Problem statement. All lines in the records below with the word "false" must be returned.
'''
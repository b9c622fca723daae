'use client';

import Link from 'next/link';

/** Something failed while reading the node: say so plainly and offer another try. */
export default function NodeError({ reset }: { error: Error & { digest?: string }; reset: () => void }) {
  return (
    <div role="alert" className="max-w-lg rounded-lg border border-hazard/50 bg-dusk-900 p-5">
      <h1 className="text-lg font-bold">This node could not be shown</h1>
      <p className="mt-2 text-sm text-ink-muted">The server could not read it just now. Nothing was changed.</p>
      <div className="mt-4 flex gap-3">
        <button type="button" onClick={reset} className="rounded-md bg-ember px-4 py-2 text-sm font-bold text-dusk-950">Try again</button>
        <Link href="/fleet" className="rounded-md border border-dusk-600 px-4 py-2 text-sm">Back to tonight</Link>
      </div>
    </div>
  );
}
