import { describe, expect, it } from 'vitest';
import { ROLE_SENTENCE } from '@/lib/auth/role-words';
import { PERMISSIONS, ROLES } from '@/lib/auth/roles';
import { buildInvitationMail, type InvitationMailInput } from '@/lib/mail/templates/invitation-mail';

// An invented organization and people (no real ones).
const base: InvitationMailInput = {
  orgName: 'Fernbrook Test Trust',
  role: 'deployer',
  inviter: { name: 'Oda Testowner', email: 'oda@fernbrook.example' },
  link: 'http://127.0.0.1:3000/invitations/abc123',
  expiresAt: new Date('2026-12-10T14:05:00Z'),
  validDays: 7,
  existingAccount: false,
};

describe('the invitation e-mail', () => {
  it('names who invites, the organization, the role offered and what it may do', () => {
    const mail = buildInvitationMail(base);
    expect(mail.subject).toBe('Oda Testowner invited you to Fernbrook Test Trust on Duskwatch');
    expect(mail.text).toMatch(/Invited by:\s+Oda Testowner \(oda@fernbrook\.example\)/);
    expect(mail.text).toMatch(/Organization:\s+Fernbrook Test Trust/);
    expect(mail.text).toMatch(/Role offered:\s+deployer/);
    expect(mail.text).toContain(ROLE_SENTENCE.deployer);
    expect(mail.html).toContain(ROLE_SENTENCE.deployer);
    expect(mail.html).toContain('oda@fernbrook.example');
  });

  it('says when the link expires (in UTC, as the team screen does) and that it works once', () => {
    const mail = buildInvitationMail(base);
    // 2026-12-10 is a Thursday (common practice: any calendar).
    expect(mail.text).toMatch(/Link expires:\s+10 Dec 2026 14:05 UTC \(7 days after it was sent; it works once\)/);
    expect(mail.html).toContain('10 Dec 2026 14:05 UTC');
  });

  it('tells someone who was not expecting it to ignore it', () => {
    const mail = buildInvitationMail(base);
    expect(mail.text).toMatch(/If you weren't expecting this invitation, ignore this e-mail/);
    expect(mail.html).toMatch(/If you weren&#39;t expecting this invitation, ignore this e-mail/);
  });

  it('asks a new person to set a password and tells an existing account it keeps its own', () => {
    const fresh = buildInvitationMail(base);
    expect(fresh.text).toContain('Set your password here:\nhttp://127.0.0.1:3000/invitations/abc123');
    expect(fresh.text).not.toContain('keep your present password');
    const known = buildInvitationMail({ ...base, existingAccount: true });
    expect(known.text).toContain('Accept the invitation here:\nhttp://127.0.0.1:3000/invitations/abc123');
    expect(known.text).toContain('You keep your present password');
    expect(known.html).toContain('href="http://127.0.0.1:3000/invitations/abc123"');
  });

  it('gives each role its own sentence', () => {
    for (const role of ROLES) {
      const mail = buildInvitationMail({ ...base, role });
      expect(mail.text).toMatch(new RegExp(`Role offered:\\s+${role}\\n`));
      expect(mail.text).toContain(ROLE_SENTENCE[role]);
      for (const other of ROLES.filter((r) => r !== role)) expect(mail.text).not.toContain(ROLE_SENTENCE[other]);
    }
  });

  it('falls back to the address when the inviter has no display name', () => {
    const mail = buildInvitationMail({ ...base, inviter: { name: '', email: 'oda@fernbrook.example' } });
    expect(mail.subject).toBe('oda@fernbrook.example invited you to Fernbrook Test Trust on Duskwatch');
    expect(mail.text).toMatch(/Invited by:\s+oda@fernbrook\.example\n/);
  });

  it('keeps names with line breaks on one subject line and escapes them in HTML', () => {
    const mail = buildInvitationMail({ ...base, orgName: 'Trust<b>\r\nBcc: x@test.example', inviter: { name: 'Oda\r\nX-Injected: 1', email: 'oda@fernbrook.example' } });
    expect(mail.subject).not.toMatch(/[\r\n]/);
    expect(mail.html).not.toContain('<b>');
    expect(mail.html).toContain('Trust&lt;b&gt;');
    expect(mail.text.split('\n').some((l) => l.startsWith('Bcc:') || l.startsWith('X-Injected:'))).toBe(false);
  });
});

describe('the role sentences', () => {
  it('name what PERMISSIONS gives each role (lib/auth/roles.ts)', () => {
    // Every capability a deployer gains over a viewer is named in the deployer sentence.
    const deployerWords: Record<string, RegExp> = {
      'sites:write': /sites/, 'nodes:write': /nodes/, 'credentials:manage': /device credentials/, 'imports:create': /imports/,
      'bench:write': /bench logs/, 'visits:write': /field visits/, 'alerts:acknowledge': /acknowledges alerts/,
    };
    const deployerOnly = Object.entries(PERMISSIONS).filter(([, r]) => r === 'deployer').map(([p]) => p);
    expect(deployerOnly.sort()).toEqual(Object.keys(deployerWords).sort());
    for (const p of deployerOnly) expect(ROLE_SENTENCE.deployer).toMatch(deployerWords[p]!);
    const ownerOnly = Object.entries(PERMISSIONS).filter(([, r]) => r === 'owner').map(([p]) => p);
    expect(ownerOnly.sort()).toEqual(['org:settings', 'team:manage']);
    expect(ROLE_SENTENCE.owner).toMatch(/inviting and removing people, changing roles and the organization settings/);
    expect(ROLE_SENTENCE.viewer).toMatch(/changes nothing/);
  });
});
'''
Your response.
  existingAccount: false,
    expect(mail.text.split('\n').some((l) => l.startsWith('Bcc:') || l.startsWith('X-Injected:'))).toBe(false);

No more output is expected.